Available records →
---
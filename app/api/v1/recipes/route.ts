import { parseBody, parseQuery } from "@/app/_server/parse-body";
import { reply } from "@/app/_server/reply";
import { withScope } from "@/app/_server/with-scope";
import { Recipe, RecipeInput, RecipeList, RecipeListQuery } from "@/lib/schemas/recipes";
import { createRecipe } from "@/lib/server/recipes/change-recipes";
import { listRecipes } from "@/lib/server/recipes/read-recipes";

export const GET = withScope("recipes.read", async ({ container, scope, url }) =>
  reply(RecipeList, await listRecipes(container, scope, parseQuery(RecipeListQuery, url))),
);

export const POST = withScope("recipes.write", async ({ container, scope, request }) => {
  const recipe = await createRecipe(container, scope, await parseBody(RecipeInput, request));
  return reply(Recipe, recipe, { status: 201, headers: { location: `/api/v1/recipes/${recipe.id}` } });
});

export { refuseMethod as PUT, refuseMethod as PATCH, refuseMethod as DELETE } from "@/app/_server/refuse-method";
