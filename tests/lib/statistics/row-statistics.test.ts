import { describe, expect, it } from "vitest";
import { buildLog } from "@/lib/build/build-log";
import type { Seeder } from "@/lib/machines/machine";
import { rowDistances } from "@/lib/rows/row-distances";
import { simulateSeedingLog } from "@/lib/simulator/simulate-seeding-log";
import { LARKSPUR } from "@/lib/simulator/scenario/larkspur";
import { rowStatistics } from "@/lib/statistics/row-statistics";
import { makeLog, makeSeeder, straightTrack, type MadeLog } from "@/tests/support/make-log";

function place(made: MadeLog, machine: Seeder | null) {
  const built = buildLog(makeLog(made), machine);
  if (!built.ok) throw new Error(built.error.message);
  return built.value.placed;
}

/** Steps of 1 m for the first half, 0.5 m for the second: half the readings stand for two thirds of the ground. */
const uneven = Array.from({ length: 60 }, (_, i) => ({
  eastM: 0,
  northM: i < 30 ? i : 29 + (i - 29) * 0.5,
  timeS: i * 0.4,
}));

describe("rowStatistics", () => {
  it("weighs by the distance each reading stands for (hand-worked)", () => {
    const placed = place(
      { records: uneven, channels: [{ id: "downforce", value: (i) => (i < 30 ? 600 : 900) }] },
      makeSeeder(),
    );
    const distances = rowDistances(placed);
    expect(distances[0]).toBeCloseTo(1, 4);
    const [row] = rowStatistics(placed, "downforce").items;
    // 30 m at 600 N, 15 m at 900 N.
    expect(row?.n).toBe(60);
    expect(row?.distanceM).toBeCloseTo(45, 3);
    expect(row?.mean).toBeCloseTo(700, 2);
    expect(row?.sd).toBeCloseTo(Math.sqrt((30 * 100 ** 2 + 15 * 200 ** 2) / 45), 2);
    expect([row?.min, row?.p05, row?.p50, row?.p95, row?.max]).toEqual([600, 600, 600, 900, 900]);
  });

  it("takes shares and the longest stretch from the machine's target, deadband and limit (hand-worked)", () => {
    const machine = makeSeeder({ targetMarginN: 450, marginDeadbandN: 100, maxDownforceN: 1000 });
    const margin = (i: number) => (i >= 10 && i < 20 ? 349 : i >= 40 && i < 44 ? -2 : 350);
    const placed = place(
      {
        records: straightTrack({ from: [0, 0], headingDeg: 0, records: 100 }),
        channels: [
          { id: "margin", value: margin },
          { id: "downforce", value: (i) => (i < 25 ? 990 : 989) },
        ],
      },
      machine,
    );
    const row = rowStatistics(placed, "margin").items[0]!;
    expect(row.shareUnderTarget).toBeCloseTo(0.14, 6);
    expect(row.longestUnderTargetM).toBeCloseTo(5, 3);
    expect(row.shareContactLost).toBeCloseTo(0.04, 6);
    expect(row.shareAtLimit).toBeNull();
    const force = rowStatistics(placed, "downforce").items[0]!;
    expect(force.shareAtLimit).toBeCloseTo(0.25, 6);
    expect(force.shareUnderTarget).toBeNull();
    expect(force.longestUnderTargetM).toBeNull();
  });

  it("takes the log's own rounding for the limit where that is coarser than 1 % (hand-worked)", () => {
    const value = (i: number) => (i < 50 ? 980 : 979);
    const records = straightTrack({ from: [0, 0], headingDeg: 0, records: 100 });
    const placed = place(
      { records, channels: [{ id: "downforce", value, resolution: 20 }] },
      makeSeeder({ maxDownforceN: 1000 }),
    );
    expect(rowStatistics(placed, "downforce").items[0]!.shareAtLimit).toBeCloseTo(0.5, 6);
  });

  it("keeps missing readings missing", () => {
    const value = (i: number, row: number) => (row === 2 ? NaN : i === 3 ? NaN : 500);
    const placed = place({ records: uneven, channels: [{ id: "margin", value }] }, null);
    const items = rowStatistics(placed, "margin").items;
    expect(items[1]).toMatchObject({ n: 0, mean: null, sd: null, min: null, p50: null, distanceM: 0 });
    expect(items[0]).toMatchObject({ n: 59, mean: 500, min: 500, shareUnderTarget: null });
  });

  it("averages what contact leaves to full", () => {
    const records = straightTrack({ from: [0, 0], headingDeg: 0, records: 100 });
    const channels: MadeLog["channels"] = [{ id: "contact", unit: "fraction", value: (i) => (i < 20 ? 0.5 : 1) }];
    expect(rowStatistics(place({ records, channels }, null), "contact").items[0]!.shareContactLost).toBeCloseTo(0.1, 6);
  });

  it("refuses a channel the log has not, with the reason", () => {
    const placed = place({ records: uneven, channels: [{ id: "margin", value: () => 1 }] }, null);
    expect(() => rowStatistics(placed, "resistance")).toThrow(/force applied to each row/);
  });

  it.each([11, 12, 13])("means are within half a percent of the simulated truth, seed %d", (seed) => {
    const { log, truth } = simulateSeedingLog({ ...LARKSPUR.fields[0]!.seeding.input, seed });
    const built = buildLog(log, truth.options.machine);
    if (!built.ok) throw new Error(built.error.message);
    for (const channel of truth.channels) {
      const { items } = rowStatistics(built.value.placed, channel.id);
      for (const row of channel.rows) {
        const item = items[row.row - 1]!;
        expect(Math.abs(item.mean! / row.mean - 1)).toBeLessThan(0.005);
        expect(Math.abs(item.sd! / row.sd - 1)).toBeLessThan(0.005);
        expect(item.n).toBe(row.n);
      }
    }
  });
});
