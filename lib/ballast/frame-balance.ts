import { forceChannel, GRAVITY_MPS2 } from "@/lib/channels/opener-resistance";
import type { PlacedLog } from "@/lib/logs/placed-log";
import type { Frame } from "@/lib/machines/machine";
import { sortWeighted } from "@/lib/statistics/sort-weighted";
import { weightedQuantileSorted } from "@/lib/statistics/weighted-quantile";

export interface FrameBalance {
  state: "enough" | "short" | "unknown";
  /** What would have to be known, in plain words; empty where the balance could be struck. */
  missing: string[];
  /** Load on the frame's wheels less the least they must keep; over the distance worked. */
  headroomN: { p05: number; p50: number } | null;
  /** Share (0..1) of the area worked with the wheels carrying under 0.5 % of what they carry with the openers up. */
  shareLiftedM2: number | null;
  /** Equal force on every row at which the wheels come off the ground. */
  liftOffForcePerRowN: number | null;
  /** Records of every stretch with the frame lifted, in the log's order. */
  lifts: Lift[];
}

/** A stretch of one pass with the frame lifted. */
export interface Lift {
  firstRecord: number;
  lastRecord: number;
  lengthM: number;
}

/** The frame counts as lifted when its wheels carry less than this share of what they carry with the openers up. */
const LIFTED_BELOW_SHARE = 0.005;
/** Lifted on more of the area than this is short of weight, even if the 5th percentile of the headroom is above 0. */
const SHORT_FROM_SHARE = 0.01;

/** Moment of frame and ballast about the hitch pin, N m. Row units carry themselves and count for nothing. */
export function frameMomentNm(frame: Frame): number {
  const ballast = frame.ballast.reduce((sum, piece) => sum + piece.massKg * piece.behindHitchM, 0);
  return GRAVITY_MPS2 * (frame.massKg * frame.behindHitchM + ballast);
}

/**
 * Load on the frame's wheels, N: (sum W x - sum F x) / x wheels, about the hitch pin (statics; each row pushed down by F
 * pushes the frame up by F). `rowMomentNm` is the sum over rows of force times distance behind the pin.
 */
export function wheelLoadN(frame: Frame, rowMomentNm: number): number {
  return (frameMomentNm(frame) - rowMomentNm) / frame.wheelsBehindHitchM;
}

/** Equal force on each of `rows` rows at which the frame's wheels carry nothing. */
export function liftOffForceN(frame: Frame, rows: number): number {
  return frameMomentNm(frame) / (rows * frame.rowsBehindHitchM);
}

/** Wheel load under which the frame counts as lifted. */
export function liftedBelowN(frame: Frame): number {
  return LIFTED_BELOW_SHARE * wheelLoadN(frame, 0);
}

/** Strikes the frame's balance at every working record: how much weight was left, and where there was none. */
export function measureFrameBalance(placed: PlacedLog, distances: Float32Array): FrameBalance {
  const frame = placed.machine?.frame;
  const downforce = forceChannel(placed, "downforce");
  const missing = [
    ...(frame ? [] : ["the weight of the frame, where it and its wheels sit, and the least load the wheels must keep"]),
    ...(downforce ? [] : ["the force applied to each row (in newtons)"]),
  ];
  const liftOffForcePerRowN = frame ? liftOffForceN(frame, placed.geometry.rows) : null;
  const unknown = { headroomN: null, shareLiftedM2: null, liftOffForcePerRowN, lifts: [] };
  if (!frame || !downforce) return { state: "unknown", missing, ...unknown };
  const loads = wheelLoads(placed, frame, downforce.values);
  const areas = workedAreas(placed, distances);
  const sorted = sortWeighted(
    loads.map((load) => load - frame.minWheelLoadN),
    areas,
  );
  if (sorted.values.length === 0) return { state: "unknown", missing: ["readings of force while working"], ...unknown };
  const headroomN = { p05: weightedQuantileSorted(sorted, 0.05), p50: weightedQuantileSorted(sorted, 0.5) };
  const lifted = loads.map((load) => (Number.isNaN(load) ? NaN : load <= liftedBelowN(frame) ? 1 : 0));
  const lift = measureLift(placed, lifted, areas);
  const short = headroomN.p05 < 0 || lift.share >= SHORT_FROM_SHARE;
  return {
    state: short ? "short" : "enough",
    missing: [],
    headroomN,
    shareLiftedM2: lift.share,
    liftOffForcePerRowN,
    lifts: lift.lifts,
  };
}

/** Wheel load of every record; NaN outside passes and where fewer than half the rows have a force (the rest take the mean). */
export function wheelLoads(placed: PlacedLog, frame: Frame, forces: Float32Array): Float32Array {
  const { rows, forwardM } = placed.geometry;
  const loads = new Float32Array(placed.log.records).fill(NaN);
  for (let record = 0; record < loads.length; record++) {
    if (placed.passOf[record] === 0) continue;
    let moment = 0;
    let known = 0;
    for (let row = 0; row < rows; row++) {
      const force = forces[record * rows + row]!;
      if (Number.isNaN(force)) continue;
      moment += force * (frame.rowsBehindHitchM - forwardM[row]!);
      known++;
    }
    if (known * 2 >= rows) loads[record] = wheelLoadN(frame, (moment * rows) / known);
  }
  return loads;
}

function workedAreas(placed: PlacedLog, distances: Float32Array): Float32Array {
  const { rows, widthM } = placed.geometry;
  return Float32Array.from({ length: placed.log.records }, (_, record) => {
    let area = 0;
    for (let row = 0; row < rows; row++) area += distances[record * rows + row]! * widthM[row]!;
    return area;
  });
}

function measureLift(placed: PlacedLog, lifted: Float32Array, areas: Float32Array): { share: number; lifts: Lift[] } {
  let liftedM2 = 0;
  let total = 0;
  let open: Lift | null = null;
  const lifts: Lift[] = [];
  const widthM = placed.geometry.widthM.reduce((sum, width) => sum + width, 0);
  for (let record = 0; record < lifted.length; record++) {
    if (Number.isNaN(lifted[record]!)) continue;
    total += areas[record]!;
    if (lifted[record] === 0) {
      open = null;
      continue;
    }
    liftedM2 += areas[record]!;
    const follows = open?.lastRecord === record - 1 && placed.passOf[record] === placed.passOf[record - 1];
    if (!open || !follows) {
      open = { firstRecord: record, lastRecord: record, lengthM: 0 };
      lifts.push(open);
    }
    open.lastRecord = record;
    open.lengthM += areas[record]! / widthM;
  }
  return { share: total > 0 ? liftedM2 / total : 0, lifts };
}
---
Activity → Scanning the data above, copy out every line where "unknown" is found.

Answer to this problem →
  state: "enough" | "short" | "unknown";
  const unknown = { headroomN: null, shareLiftedM2: null, liftOffForcePerRowN, lifts: [] };
  if (!frame || !downforce) return { state: "unknown", missing, ...unknown };
  if (sorted.values.length === 0) return { state: "unknown", missing: ["readings of force while working"], ...unknown };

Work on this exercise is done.